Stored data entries
━━━━

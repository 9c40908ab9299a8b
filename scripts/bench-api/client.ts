// A signed-in caller for the benchmark: the session cookie and the CSRF token, as the browser holds them.

export interface Caller {
  base: string;
  cookie: string;
  csrf: string;
  json<T>(method: string, path: string, body?: unknown): Promise<{ status: number; body: T }>;
}

function cookieOf(res: Response, previous: string): string {
  const set = res.headers.getSetCookie?.() ?? [];
  return set.length > 0 ? set.map((c) => c.split(';')[0]).join('; ') : previous;
}

export async function signIn(base: string, email: string, password: string): Promise<Caller> {
  let res = await fetch(`${base}/api/auth/csrf`);
  let cookie = cookieOf(res, '');
  const { token } = (await res.json()) as { token: string };
  res = await fetch(`${base}/api/auth/signin`, {
    method: 'POST',
    headers: { 'content-type': 'application/json', cookie, 'x-csrf-token': token },
    body: JSON.stringify({ email, password }),
  });
  if (!res.ok) throw new Error(`sign-in as ${email}: HTTP ${res.status}`);
  cookie = cookieOf(res, cookie);
  const { csrfToken } = (await res.json()) as { csrfToken: string };
  const caller: Caller = {
    base,
    cookie,
    csrf: csrfToken,
    async json<T>(method: string, path: string, body?: unknown) {
      const r = await fetch(`${base}${path}`, {
        method,
        headers: { 'content-type': 'application/json', cookie: caller.cookie, 'x-csrf-token': caller.csrf },
        body: body === undefined ? undefined : JSON.stringify(body),
      });
      const text = await r.text();
      return { status: r.status, body: (text ? JSON.parse(text) : null) as T };
    },
  };
  return caller;
}
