import { readFileSync } from 'node:fs';
import { describe, expect, it } from 'vitest';
import { computeReport } from '@shared/engine/report';
import { buildCabinetRun, parseCabinetSpec } from '@shared/model/cabinet-run';
import { sheetPlanPdf } from '../../server/pdf';
import { frameSheetPlans } from '../../server/modules/orders/sheet-plans';
import { meta } from '../shared/shop/fixtures';
import { pdfText } from '../support/pdf-text';

// The example side galley (invented) through the whole chain: openings → drawers, faces, panels, countertop →
// sheet plans per material → the printed plan.
const spec = parseCabinetSpec(JSON.parse(readFileSync(new URL('../../scripts/examples/side-galley-spec.json', import.meta.url), 'utf8')));
const doc = buildCabinetRun(spec);
const report = computeReport(doc);

describe('printed sheet plan', () => {
  it('a heading per material, a diagram heading per sheet, every cut numbered and every part labelled', async () => {
    const plans = frameSheetPlans(doc, report, 300);
    expect(plans.length).toBeGreaterThan(1);
    const buf = await sheetPlanPdf(plans, meta);
    expect(buf.subarray(0, 5).toString()).toBe('%PDF-');
    const { text } = await pdfText(buf);
    const planned = plans.flatMap((m) => (m.plan ? [m.plan] : []));
    expect(planned).toHaveLength(plans.length);
    for (const m of plans) expect(text).toContain(m.material);
    for (const p of planned) p.sheets.forEach((_, i) => expect(text).toContain(`Sheet ${i + 1} of ${p.sheetCount}`));
    const labels = new Set(planned.flatMap((p) => p.sheets.flatMap((s) => s.placements.map((x) => x.label))));
    for (const l of labels) expect(text).toContain(l);
    const cuts = planned.reduce((a, p) => a + p.sheets.reduce((b, s) => b + s.cuts.filter((c) => c.kind === 'trim').length, 0), 0);
    expect(text.match(/\btrim\b/g)?.length ?? 0).toBeGreaterThanOrEqual(cuts);
    expect(text).toContain('eye and hearing protection');
  });
  it('a countertop longer than the sheet (a 2.6 m run) is listed as not planned, and the rest is still planned', async () => {
    const long = parseCabinetSpec({ ...spec, bays: [...spec.bays, { id: 'bay-extra', width_mm: 900 }] });
    const longDoc = buildCabinetRun(long);
    const plans = frameSheetPlans(longDoc, computeReport(longDoc), 200);
    const top = plans.find((m) => m.oversize.some((o) => o.startsWith('Countertop')));
    expect(top).toBeDefined();
    const { text } = await pdfText(await sheetPlanPdf(plans, meta));
    expect(text).toContain('Larger than the sheet, not planned');
    expect(plans.some((m) => m.plan && m.plan.sheetCount > 0)).toBe(true);
  });
  it('a frame with no bays prints that there is nothing to cut from sheets', async () => {
    const { text } = await pdfText(await sheetPlanPdf(frameSheetPlans(doc, { ...report, bays: [] }), meta));
    expect(text).toContain('no drawers, faces, panels or countertop');
  });
});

━━━━

Task prompt:
Whenever "return" occurs in a line of the entries, copy that line.

Task answer:
  return set.length > 0 ? set.map((c) => c.split(';')[0]).join('; ') : previous;
      return { status: r.status, body: (text ? JSON.parse(text) : null) as T };
  return caller;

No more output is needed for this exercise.